*Extracted entries*
======

def _sensitivity(ds: xr.Dataset, crit: np.ndarray, unstable: np.ndarray, k_ref: float,
                 nominal_crit: float | None) -> tuple[list[dict], dict]:
    """Parameter influence on the critical gain; see `summarize`."""
    names = uncertain_names(ds)
    design = _design_of(ds)
    sampled = np.isin(design, SAMPLED_DESIGNS)
    levelled = np.isin(design, LEVEL_DESIGNS)
    if not names:
        return [], {"measure": None, "designs": [], "note": "no uncertain parameters"}
    if sampled.sum() >= MIN_SAMPLES_FOR_RANKS:
        used = _present(design, sampled, SAMPLED_DESIGNS)
        # ranks: unstable variants lowest (-inf), inf highest; numpy ranks both ends fine
        y = np.where(unstable, -np.inf, crit)[sampled]
        keep = ~np.isnan(y)
        if np.unique(y[keep]).size < 2:
            return [], {"measure": None, "designs": used,
                        "note": "nothing to rank: " + _one_value(crit[sampled], unstable[sampled],
                                                                 "sampled variants")}
        out = []
        for n in names:
            x = np.asarray(ds[n].values, float)[sampled][keep]
            rho = 0.0 if np.ptp(x) == 0 else spearman(x, y[keep])
            out.append({"parameter": n, "score": rho, "measure": "spearman"})
        out.sort(key=lambda d: -abs(d["score"]))
        return out, {"measure": "spearman", "designs": used,
                     "note": "Spearman rank correlation of each parameter with the critical gain "
                             "over the sampled variants (valid for monotone effects); infinite "
                             "critical gains rank highest, variants unstable at the reference gain "
                             "rank lowest"}
    if levelled.sum() >= 2:
        used = _present(design, levelled, LEVEL_DESIGNS)
        y = crit[levelled].copy()
        uns = unstable[levelled]
        finite = y[np.isfinite(y)]
        cap = float(finite.max()) if finite.size else k_ref
        y = np.where(uns, k_ref, y)  # no margin at all: the stable interval ends at or below k_ref
        y = np.where(np.isposinf(y), cap, y)
        ok = ~np.isnan(y)
        if np.unique(y[ok]).size < 2:
            return [], {"measure": None, "designs": used,
                        "note": "nothing to rank: " + _one_value(crit[levelled], unstable[levelled],
                                                                 "corners/grid variants")}
        out = []
        for n in names:
            x = np.asarray(ds[n].values, float)[levelled]
            hi = ok & np.isclose(x, x.max())
            lo = ok & np.isclose(x, x.min())
            effect = float(y[hi].mean() - y[lo].mean()) if hi.any() and lo.any() else 0.0
            entry = {"parameter": n, "score": effect, "measure": "main effect"}
            if nominal_crit is not None and math.isfinite(nominal_crit) and nominal_crit > 0:
                entry["relative"] = effect / nominal_crit
            out.append(entry)
        out.sort(key=lambda d: -abs(d["score"]))
        return out, {"measure": "main effect", "designs": used,
                     "note": "mean critical gain at the high level minus at the low level, in gain "
                             "units ('relative': over the nominal critical gain); valid because "
                             "corners and full grids are balanced, every level of one parameter "
                             "meets the same levels of the others; infinite critical gains are "
                             "capped at the largest finite one, variants unstable at the reference "
                             "gain count as the reference gain"}
    return [], {"measure": None, "designs": [],
                "note": f"needs a random, lhs or sobol design (>= {MIN_SAMPLES_FOR_RANKS} "
                        "variants) or corners/grid"}


# (variable, which end is worst) for the operating-gain summary
_OPERATING = (("gain_margin", "min"), ("min_damping", "min"), ("lower_gain_margin", "max"))


def _operating(ds: xr.Dataset, unstable: np.ndarray, basis: np.ndarray) -> dict | None:
    k0 = operating_gain(ds)
    out: dict[str, Any] = {"gain": k0}
    any_data = False
    variants = np.asarray(ds["variant"].values)
    design = _design_of(ds)
    for name, worst_end in _OPERATING:
        if name not in ds:
            out[name] = None
            continue
        v = np.asarray(ds[name].values, float)
        have = ~np.isnan(v)
        if name == "lower_gain_margin":
            # only informative for conditionally stable loops (an interval starting above 0)
            if not np.any(have & (v > 0)):
                out[name] = None
                continue
        elif not have.any():
            out[name] = None
            continue
        any_data = True
        cand = np.flatnonzero(have)
        i = int(cand[np.argmin(v[have])] if worst_end == "min" else cand[np.argmax(v[have])])
        worst = {"variant": int(variants[i]), "design": str(design[i]), "value": float(v[i])}
        if name == "gain_margin":
            worst["db"] = 20.0 * math.log10(v[i]) if v[i] > 0 else -math.inf
        # no value (unstable at the operating gain): ranked at the bad end
        missing = unstable & ~have
        if worst_end == "min":
            qs = _ranked_stats(np.where(missing, np.nan, v)[basis], missing[basis])
        else:  # lower gain margin: plain quantiles of the variants that have one
            qs = {q: ranked_quantile(v[basis & have], float(q)) for q in QUANTILES}
        out[name] = {"worst": worst, "quantiles": qs, "without_value": int((~have).sum())}
    if "min_damping" in ds and out.get("min_damping"):
        out["min_damping"]["note"] = ("damping ratio -Re(p)/|p| of the least damped closed-loop "
                                      "pole; negative when a pole is in the right half plane")
    return out if any_data else None


def _flags(ds: xr.Dataset) -> dict[str, int]:
    """Counts of the per-variant warning flags the analysis stores."""
    out = {}
    for name, bad in (("ill_conditioned", 1), ("routh_agrees", 0), ("fixed_axis_root", 1)):
        if name in ds:
            v = np.asarray(ds[name].values)
            out["routh_disagrees" if name == "routh_agrees" else name] = int(np.sum(v == bad))
    return out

======

*Instructions to follow*
Search the entries for the word "cand" and copy every line that has it.

*Answer for the task*
        cand = np.flatnonzero(have)
        i = int(cand[np.argmin(v[have])] if worst_end == "min" else cand[np.argmax(v[have])])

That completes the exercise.